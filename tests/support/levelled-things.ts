import type { FigureInput } from '#shared/contracts/figures.js';
import type { VariantInput } from '#shared/contracts/variants.js';
import sharp from 'sharp';
import { CONSENTS, type Combination } from '../../docker-free-scripts/lib/visibility-rules.js';
import { addPicture, addRecording } from './attachment-api.js';
import type { Client, TestApi } from './api.js';
import { setRoles } from './calendar-api.js';
import { addFigure } from './figure-api.js';
import { sharingOf, type Circle } from './levelled-entries.js';
import type { Plant } from './levelled-village.js';
import { randomFrom } from './seeded-random.js';
import { addSign } from './sign-api.js';
import { addVariant } from './variant-api.js';

/** Of figures and files there is one for each value of an axis; entries have all combinations. */
const PLAIN: Combination = { level: 'village', season: 'none', consent: 'nobody asked' };
export const plainAt = (level: Combination['level']): Combination => ({ ...PLAIN, level });
export const VILLAGE_THINGS: readonly Combination[] = [
  ...CONSENTS.filter((consent) => consent !== 'nobody asked').map((consent) => ({
    ...PLAIN,
    consent,
  })),
  ...(['inside', 'outside'] as const).map((season) => ({ ...PLAIN, season })),
];

export interface LevelledFigure extends Combination {
  id: string;
  markerKey: string;
}

/** Figures are the officers' to write down; the giver is one for a moment. The village's own has a story of its elders. */
export async function addLevelledFigures(
  api: TestApi,
  circle: Circle,
  combinations: readonly Combination[],
  plant: Plant,
): Promise<LevelledFigure[]> {
  const { giver } = circle;
  const figures: LevelledFigure[] = [];
  await setRoles(api, giver, ['elder', 'officer']);
  for (const combination of combinations) {
    const word = plant('figure', combination);
    const { consent, level, season } = combination;
    const isPlain = consent === 'nobody asked' && level === 'village' && season === 'none';
    const story = isPlain ? plant('story', plainAt('elders')) : word;
    const input: Partial<FigureInput> = {
      names: [{ tag: 'en', name: word }],
      story,
      variants: [{ toldBy: story, text: story }],
      sharingLevel: level,
      sharing: sharingOf(combination, circle),
      ...(isPlain ? { storyLevel: 'elders' } : {}),
    };
    const { id, markerKey } = await addFigure(giver, input);
    figures.push({ ...combination, id, markerKey });
  }
  await setRoles(api, giver, ['elder']);
  return figures;
}

/** Signs of the village's list are the officers' to write down, as figures are. */
export async function addLevelledSigns(
  api: TestApi,
  circle: Circle,
  combinations: readonly Combination[],
  plant: Plant,
): Promise<string[]> {
  const { giver } = circle;
  const ids: string[] = [];
  await setRoles(api, giver, ['elder', 'officer']);
  for (const combination of combinations) {
    const word = plant('sign', combination);
    const said = { name: word, look: word, where: word, sharingLevel: combination.level };
    ids.push((await addSign(giver, { ...said, sharing: sharingOf(combination, circle) })).id);
  }
  await setRoles(api, giver, ['elder']);
  return ids;
}

/** Another keeper's timing beside an entry. `seen` is the narrower of its own level and of the entry's. */
export async function addLevelledVariant(
  giver: Client,
  calendarId: string,
  entryId: string,
  sharingLevel: VariantInput['sharingLevel'],
  word: string,
): Promise<string> {
  const said = { giver: word, note: word, otherSigns: word, ifLate: word };
  return (await addVariant(giver, calendarId, entryId, { ...said, sharingLevel })).variantId;
}

/** A voice and a picture on an entry. A voice holds its word; bytes of the drawn picture are the picture's own. */
export async function addLevelledFiles(
  { giver, ...circle }: Circle,
  subject: { entryId: string; level: Combination['level'] },
  seen: Combination,
  plant: Plant,
): Promise<string[]> {
  const shared = {
    ...{ subjectType: 'entry' as const, subjectId: subject.entryId, sharingLevel: subject.level },
    sharing: sharingOf(plainAt(subject.level), { giver, ...circle }),
  };
  const title = plant('recording', seen);
  const recording = await addRecording(giver, subject.entryId, { ...shared, title, speaker: title }, [
    plant('sound', seen),
  ]);
  const named = plant('picture title', seen);
  const file = await grainyPicture(named);
  const { id } = await addPicture(giver, subject.entryId, { ...shared, title: named }, file);
  plant('picture', seen, await grainOf(giver, `/api/attachments/${id}/parts/1`));
  plant('thumbnail', seen, await grainOf(giver, `/api/attachments/${id}/thumbnail`));
  return [recording.id, id];
}

/** No two look alike. */
function grainyPicture(name: string): Promise<Buffer> {
  const side = 40;
  const grain = randomFrom(Number(/\d+/u.exec(name)?.[0] ?? '0'));
  const pixels = Buffer.from(Array.from({ length: side * side * 3 }, () => Math.floor(grain() * 256)));
  return sharp(pixels, { raw: { width: side, height: side, channels: 3 } })
    .png()
    .toBuffer();
}

/** Some bytes from the middle of the picture as it is served. */
async function grainOf(client: Client, path: string): Promise<string> {
  const { body } = (await client.get(path).expect(200)) as { body: Buffer };
  const middle = Math.floor(body.length / 2);
  return body.subarray(middle, middle + 32).toString('latin1');
}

■ **Try it**:
The result should be every line that contains "FigureInput", copied from the entries.

■ **Response for this exercise**:
import type { FigureInput } from '#shared/contracts/figures.js';
    const input: Partial<FigureInput> = {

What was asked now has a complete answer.